Categoría: Mensaje Diario

  • Confiar en ti

    Confiar en ti

    La mayoría de las personas desean que su razón u opinión sea aceptada y reconocida por los demás gracias a una emoción fundamental denominada ego, que les hace sentirse muy importantes o superiores ante los demás.
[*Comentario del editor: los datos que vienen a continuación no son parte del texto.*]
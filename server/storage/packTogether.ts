import { Zip, ZipPassThrough } from 'fflate';
import { randomUUID } from 'node:crypto';
import { createReadStream, createWriteStream } from 'node:fs';
import { stat } from 'node:fs/promises';
import { basename, join } from 'node:path';
import { Readable } from 'node:stream';
import { pipeline } from 'node:stream/promises';
import { fileStore } from './fileStore.ts';
import type { Upload } from './uploads.ts';

/** One day for all entries: the same parts make the same archive, which is then kept once. */
const packedOn = new Date(1980, 0, 1, 12);

/** Files that are parts of one, unchanged, in an archive in the incoming folder: readers take it as if it had been sent packed. */
export async function packTogether(parts: readonly Upload[], name: string): Promise<Upload> {
  const path = join(fileStore().incomingFolder, randomUUID());
  await pipeline(Readable.from(archiveOf(parts)), createWriteStream(path));
  return { path, name, bytes: (await stat(path)).size };
}

async function* archiveOf(parts: readonly Upload[]): AsyncGenerator<Uint8Array> {
  const waiting: Uint8Array[] = [];
  const zip = new Zip((error, bytes) => {
    if (error) throw error;
    waiting.push(bytes);
  });
  for (const part of parts) {
    // Names come from people: without folders, so that an archive holds nothing but files beside each other.
    const entry = new ZipPassThrough(basename(part.name.replaceAll('\\', '/')));
    entry.mtime = packedOn;
    zip.add(entry);
    for await (const chunk of createReadStream(part.path, { highWaterMark: 1 << 20 }) as AsyncIterable<Buffer>) {
      entry.push(new Uint8Array(chunk));
      yield* waiting.splice(0);
    }
    entry.push(new Uint8Array(0), true);
    yield* waiting.splice(0);
  }
  zip.end();
  yield* waiting.splice(0);
}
    Pero la razón u opinión ajena es con frecuencia muy distinta a la nuestra, lo que nos impele al reto de tener ánimo crítico frente a los puntos de vista ajenos, en especial cuando versen sobre política, religión o ideologías. Incluso frente a las opiniones sobre las pequeñas cosas de la vida se nos incita a adoptar la opinión ajena. “ese traje no te queda bien, no uses esa herramienta, te ves ridículo haciendo eso”.

    La mejor pregunta que puedes hacerte antes de aceptar un punto de vista ajeno es esta: ¿lo que se me propone está en consonancia con mis auténticos deseos y el bienestar de los demás?

    Pero si no sabes lo que tu  corazón desea, será muy fácil vivir para la opinión de los demás y no bajo la luz de la tuya. Saber lo que se quiere en la vida define nuestra identidad y también nuestra libertad.

    Cuando no somos críticos frente a la opinión ajena, nuestra ruta de navegación en la vida se moverá al vaivén de las circunstancias. Vinimos al mundo a dejar una huella de amor auténtico, no a pisar las huellas de otros.

    Confía en tu propio juicio, confía en ti mismo…

  • Miedo a ir tras los sueños

    Miedo a ir tras los sueños

    ¿Te has preguntado si eres hoy lo que siempre has deseado ser? Si tu respuesta es negativa sencillamente no estás haciendo lo que tu corazón te pide que hagas, porque realmente tú sólo eres lo que haces hoy, no lo que deseas ser. Mediante el hacer lo que amas puedes llegar a tu ser íntimo y verdadero.

    Si el trabajo no te permite reír, gozar del presente, o sentir la experiencia de la plenitud estás gastando inútilmente tu tiempo, desperdiciando la oportunidad de la felicidad. El trabajo no será un trabajo sino un padecimiento. Por eso Confucio sentenciaba: elige un trabajo que te guste y no tendrás que trabajar ni un día de tu vida. Nadie tiene porque venir a la tierra a padecer la realidad sino a vivirla en la felicidad. La posibilidad de gozar, de disfrutar al realizar una actividad, el medidor exacto de la felicidad.

    Las convenciones sociales o lo que los demás dijeron que no podíamos ser o hacer, nos desvían del camino a nosotros mismos y son el principal obstáculo para ejercer nuestro auténtico don. También lo es la apatía por encontrarte a ti mismo y asumir en el deber de actuar en consecuencia. Pero el principal enemigo de los sueños es el miedo, ese temor que nos impide hacer lo que verdaderamente amamos. Y tenemos miedo cuando no nos reconocemos como artífices de nuestra felicidad, no nos amamos, o no tenemos fe.

    Es importante amarse para confiar y vencer los miedos. La principal función del miedo es paralizar, por eso el miedo resulta tan amenazante en el gran cometido personal, que es alcanzar las metas propias de felicidad. Goethe, el gran literato alemán, nos dejó esta lección para vencer el miedo e iniciar el camino de los sueños: “Lo que puedes hacer o has soñado que podrías hacer debes comenzarlo. La osadía lleva consigo genio, poder y magia”.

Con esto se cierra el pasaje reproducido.